§ **ASSIGNED TASK**: The expected response is the full set of records, unchanged.

:: RECORDS SHOWN ::

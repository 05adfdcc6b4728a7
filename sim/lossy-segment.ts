// Line segments with frequency-dependent loss. Each cell's series impedance is R0 + sL plus R‖L
// sections (skin effect); each interior node's shunt admittance is G + sC plus series R–C branches
// (Debye terms of the dielectric). A section's inductor current i_k and a branch's capacitor voltage
// v_k both obey dx/dt = (u − x)/τ (u the cell current or node voltage), integrated with the
// trapezoidal rule: x(n+1) = α·x(n) + β·(u(n+1) + u(n)), α = (1 − h)/(1 + h), β = h/(1 + h),
// h = Δt/(2τ). Substituting into the leapfrog update keeps it one multiply-add per state:
//   (L/Δt + R_eff/2)·I′ = (L/Δt − R_eff/2)·I + ΔV + Σ R_k(1 + α_k)/2 · i_k,  R_eff = R0 + Σ R_k(1 − β_k)
//   (C/Δt + G_eff/2)·V′ = (C/Δt − G_eff/2)·V + ΔI + Σ (1 + α_k)/(2R_k) · v_k,  G_eff = G + Σ (1 − β_k)/R_k
// (recursive convolution of a sum of exponentials; Paul, Analysis of Multiconductor Transmission
// Lines, FDTD with frequency-dependent parameters, in its trapezoidal form).
import type { DcState } from './dc.js';
import type { ItemSpan } from './ladder.js';

export interface LossySegments {
  count: number;
  start: Int32Array;
  end: Int32Array;
  series: Int32Array;
  shunt: Int32Array;
  coefOffset: Int32Array;
  currentStateOffset: Int32Array;
  voltageStateOffset: Int32Array;
  /** Per segment: a, b, c, d, then (gain, α, β) per section, then (gain, α, β) per branch. */
  coef: Float64Array;
  currentState: Float64Array;
  voltageState: Float64Array;
}

function trapezoid(dt: number, tau: number): [number, number] {
  const h = dt / (2 * tau);
  return [(1 - h) / (1 + h), h / (1 + h)];
}

export function buildLossySegments(spans: ItemSpan[], dt: number, dc: DcState): LossySegments {
  const n = spans.length;
  const ls: LossySegments = {
    count: n,
    start: Int32Array.from(spans, (s) => s.start),
    end: Int32Array.from(spans, (s) => s.end),
    series: Int32Array.from(spans, (s) => s.line!.series?.length ?? 0),
    shunt: Int32Array.from(spans, (s) => s.line!.shunt?.length ?? 0),
    coefOffset: new Int32Array(n),
    currentStateOffset: new Int32Array(n),
    voltageStateOffset: new Int32Array(n),
    coef: new Float64Array(0),
    currentState: new Float64Array(0),
    voltageState: new Float64Array(0),
  };
  let co = 0;
  let io = 0;
  let vo = 0;
  spans.forEach((s, k) => {
    ls.coefOffset[k] = co;
    ls.currentStateOffset[k] = io;
    ls.voltageStateOffset[k] = vo;
    const cells = s.end - s.start;
    co += 4 + 3 * (ls.series[k] + ls.shunt[k]);
    io += cells * ls.series[k];
    vo += Math.max(cells - 1, 0) * ls.shunt[k];
  });
  ls.coef = new Float64Array(co);
  ls.currentState = new Float64Array(io);
  ls.voltageState = new Float64Array(vo);
  spans.forEach((s, k) => {
    const line = s.line!;
    const dz = s.cellLength;
    const c = ls.coef;
    let o = ls.coefOffset[k];
    const l = line.l * dz;
    let rEff = line.r * dz;
    const sections = (line.series ?? []).map((t) => {
      const [alpha, beta] = trapezoid(dt, t.tau);
      const r = t.value * dz;
      rEff += r * (1 - beta);
      return { r, alpha, beta };
    });
    let gEff = line.g * dz;
    const branches = (line.shunt ?? []).map((t) => {
      const [alpha, beta] = trapezoid(dt, t.tau);
      const r = t.tau / (t.value * dz);
      gEff += (1 - beta) / r;
      return { r, alpha, beta };
    });
    const denI = l / dt + rEff / 2;
    const cap = line.c * dz;
    const denV = cap / dt + gEff / 2;
    c[o++] = (l / dt - rEff / 2) / denI;
    c[o++] = 1 / denI;
    c[o++] = (cap / dt - gEff / 2) / denV;
    c[o++] = 1 / denV;
    for (const x of sections) {
      c[o++] = (x.r * (1 + x.alpha)) / 2 / denI;
      c[o++] = x.alpha;
      c[o++] = x.beta;
    }
    for (const x of branches) {
      c[o++] = (1 + x.alpha) / (2 * x.r) / denV;
      c[o++] = x.alpha;
      c[o++] = x.beta;
    }
    // DC start: every section's inductor carries the cell current, every branch capacitor holds the node voltage.
    const cells = s.end - s.start;
    for (let j = 0; j < cells; j++) {
      for (let q = 0; q < ls.series[k]; q++) ls.currentState[ls.currentStateOffset[k] + j * ls.series[k] + q] = dc.branch[s.start + j];
      if (j > 0) for (let q = 0; q < ls.shunt[k]; q++) ls.voltageState[ls.voltageStateOffset[k] + (j - 1) * ls.shunt[k] + q] = dc.v[s.start + j];
    }
  });
  return ls;
}

/** Advances the auxiliary states of one cell's series sections, returning the new cell current. */
function advanceCellCurrent(
  i: Float64Array, v: Float64Array, n: number, a: number, b: number,
  coef: Float64Array, co: number, state: Float64Array, so: number, count: number,
): number {
  const old = i[n + 1];
  let acc = a * old + b * (v[n] - v[n + 1]);
  for (let q = 0; q < count; q++) acc += coef[co + 3 * q] * state[so + q];
  i[n + 1] = acc;
  const sum = acc + old;
  for (let q = 0; q < count; q++) state[so + q] = coef[co + 3 * q + 1] * state[so + q] + coef[co + 3 * q + 2] * sum;
  return acc;
}

export function advanceLossySegment(ls: LossySegments, s: number, v: Float64Array, i: Float64Array): void {
  const start = ls.start[s];
  const end = ls.end[s];
  const ks = ls.series[s];
  const kd = ls.shunt[s];
  const co = ls.coefOffset[s];
  const { coef, currentState, voltageState } = ls;
  const a = coef[co];
  const b = coef[co + 1];
  const c = coef[co + 2];
  const d = coef[co + 3];
  const cs = co + 4;
  const cd = cs + 3 * ks;
  let io = ls.currentStateOffset[s];
  let vo = ls.voltageStateOffset[s];
  let left = advanceCellCurrent(i, v, start, a, b, coef, cs, currentState, io, ks);
  io += ks;
  for (let n = start + 1; n < end; n++) {
    const right = advanceCellCurrent(i, v, n, a, b, coef, cs, currentState, io, ks);
    io += ks;
    const old = v[n];
    let acc = c * old + d * (left - right);
    for (let q = 0; q < kd; q++) acc += coef[cd + 3 * q] * voltageState[vo + q];
    v[n] = acc;
    const sum = acc + old;
    for (let q = 0; q < kd; q++) voltageState[vo + q] = coef[cd + 3 * q + 1] * voltageState[vo + q] + coef[cd + 3 * q + 2] * sum;
    vo += kd;
    left = right;
  }
}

:::

§ **RESPONSE BELOW**:
repository 05adfdcc6b4728a7
filename sim/lossy-segment.ts
// Line segments with frequency-dependent loss. Each cell's series impedance is R0 + sL plus R‖L
// sections (skin effect); each interior node's shunt admittance is G + sC plus series R–C branches
// (Debye terms of the dielectric). A section's inductor current i_k and a branch's capacitor voltage
// v_k both obey dx/dt = (u − x)/τ (u the cell current or node voltage), integrated with the
// trapezoidal rule: x(n+1) = α·x(n) + β·(u(n+1) + u(n)), α = (1 − h)/(1 + h), β = h/(1 + h),
// h = Δt/(2τ). Substituting into the leapfrog update keeps it one multiply-add per state:
//   (L/Δt + R_eff/2)·I′ = (L/Δt − R_eff/2)·I + ΔV + Σ R_k(1 + α_k)/2 · i_k,  R_eff = R0 + Σ R_k(1 − β_k)
//   (C/Δt + G_eff/2)·V′ = (C/Δt − G_eff/2)·V + ΔI + Σ (1 + α_k)/(2R_k) · v_k,  G_eff = G + Σ (1 − β_k)/R_k
// (recursive convolution of a sum of exponentials; Paul, Analysis of Multiconductor Transmission
// Lines, FDTD with frequency-dependent parameters, in its trapezoidal form).
import type { DcState } from './dc.js';
import type { ItemSpan } from './ladder.js';

export interface LossySegments {
  count: number;
  start: Int32Array;
  end: Int32Array;
  series: Int32Array;
  shunt: Int32Array;
  coefOffset: Int32Array;
  currentStateOffset: Int32Array;
  voltageStateOffset: Int32Array;
  /** Per segment: a, b, c, d, then (gain, α, β) per section, then (gain, α, β) per branch. */
  coef: Float64Array;
  currentState: Float64Array;
  voltageState: Float64Array;
}

function trapezoid(dt: number, tau: number): [number, number] {
  const h = dt / (2 * tau);
  return [(1 - h) / (1 + h), h / (1 + h)];
}

export function buildLossySegments(spans: ItemSpan[], dt: number, dc: DcState): LossySegments {
  const n = spans.length;
  const ls: LossySegments = {
    count: n,
    start: Int32Array.from(spans, (s) => s.start),
    end: Int32Array.from(spans, (s) => s.end),
    series: Int32Array.from(spans, (s) => s.line!.series?.length ?? 0),
    shunt: Int32Array.from(spans, (s) => s.line!.shunt?.length ?? 0),
    coefOffset: new Int32Array(n),
    currentStateOffset: new Int32Array(n),
    voltageStateOffset: new Int32Array(n),
    coef: new Float64Array(0),
    currentState: new Float64Array(0),
    voltageState: new Float64Array(0),
  };
  let co = 0;
  let io = 0;
  let vo = 0;
  spans.forEach((s, k) => {
    ls.coefOffset[k] = co;
    ls.currentStateOffset[k] = io;
    ls.voltageStateOffset[k] = vo;
    const cells = s.end - s.start;
    co += 4 + 3 * (ls.series[k] + ls.shunt[k]);
    io += cells * ls.series[k];
    vo += Math.max(cells - 1, 0) * ls.shunt[k];
  });
  ls.coef = new Float64Array(co);
  ls.currentState = new Float64Array(io);
  ls.voltageState = new Float64Array(vo);
  spans.forEach((s, k) => {
    const line = s.line!;
    const dz = s.cellLength;
    const c = ls.coef;
    let o = ls.coefOffset[k];
    const l = line.l * dz;
    let rEff = line.r * dz;
    const sections = (line.series ?? []).map((t) => {
      const [alpha, beta] = trapezoid(dt, t.tau);
      const r = t.value * dz;
      rEff += r * (1 - beta);
      return { r, alpha, beta };
    });
    let gEff = line.g * dz;
    const branches = (line.shunt ?? []).map((t) => {
      const [alpha, beta] = trapezoid(dt, t.tau);
      const r = t.tau / (t.value * dz);
      gEff += (1 - beta) / r;
      return { r, alpha, beta };
    });
    const denI = l / dt + rEff / 2;
    const cap = line.c * dz;
    const denV = cap / dt + gEff / 2;
    c[o++] = (l / dt - rEff / 2) / denI;
    c[o++] = 1 / denI;
    c[o++] = (cap / dt - gEff / 2) / denV;
    c[o++] = 1 / denV;
    for (const x of sections) {
      c[o++] = (x.r * (1 + x.alpha)) / 2 / denI;
      c[o++] = x.alpha;
      c[o++] = x.beta;
    }
    for (const x of branches) {
      c[o++] = (1 + x.alpha) / (2 * x.r) / denV;
      c[o++] = x.alpha;
      c[o++] = x.beta;
    }
    // DC start: every section's inductor carries the cell current, every branch capacitor holds the node voltage.
    const cells = s.end - s.start;
    for (let j = 0; j < cells; j++) {
      for (let q = 0; q < ls.series[k]; q++) ls.currentState[ls.currentStateOffset[k] + j * ls.series[k] + q] = dc.branch[s.start + j];
      if (j > 0) for (let q = 0; q < ls.shunt[k]; q++) ls.voltageState[ls.voltageStateOffset[k] + (j - 1) * ls.shunt[k] + q] = dc.v[s.start + j];
    }
  });
  return ls;
}

/** Advances the auxiliary states of one cell's series sections, returning the new cell current. */
function advanceCellCurrent(
  i: Float64Array, v: Float64Array, n: number, a: number, b: number,
  coef: Float64Array, co: number, state: Float64Array, so: number, count: number,
): number {
  const old = i[n + 1];
  let acc = a * old + b * (v[n] - v[n + 1]);
  for (let q = 0; q < count; q++) acc += coef[co + 3 * q] * state[so + q];
  i[n + 1] = acc;
  const sum = acc + old;
  for (let q = 0; q < count; q++) state[so + q] = coef[co + 3 * q + 1] * state[so + q] + coef[co + 3 * q + 2] * sum;
  return acc;
}

export function advanceLossySegment(ls: LossySegments, s: number, v: Float64Array, i: Float64Array): void {
  const start = ls.start[s];
  const end = ls.end[s];
  const ks = ls.series[s];
  const kd = ls.shunt[s];
  const co = ls.coefOffset[s];
  const { coef, currentState, voltageState } = ls;
  const a = coef[co];
  const b = coef[co + 1];
  const c = coef[co + 2];
  const d = coef[co + 3];
  const cs = co + 4;
  const cd = cs + 3 * ks;
  let io = ls.currentStateOffset[s];
  let vo = ls.voltageStateOffset[s];
  let left = advanceCellCurrent(i, v, start, a, b, coef, cs, currentState, io, ks);
  io += ks;
  for (let n = start + 1; n < end; n++) {
    const right = advanceCellCurrent(i, v, n, a, b, coef, cs, currentState, io, ks);
    io += ks;
    const old = v[n];
    let acc = c * old + d * (left - right);
    for (let q = 0; q < kd; q++) acc += coef[cd + 3 * q] * voltageState[vo + q];
    v[n] = acc;
    const sum = acc + old;
    for (let q = 0; q < kd; q++) voltageState[vo + q] = coef[cd + 3 * q + 1] * voltageState[vo + q] + coef[cd + 3 * q + 2] * sum;
    vo += kd;
    left = right;
  }
}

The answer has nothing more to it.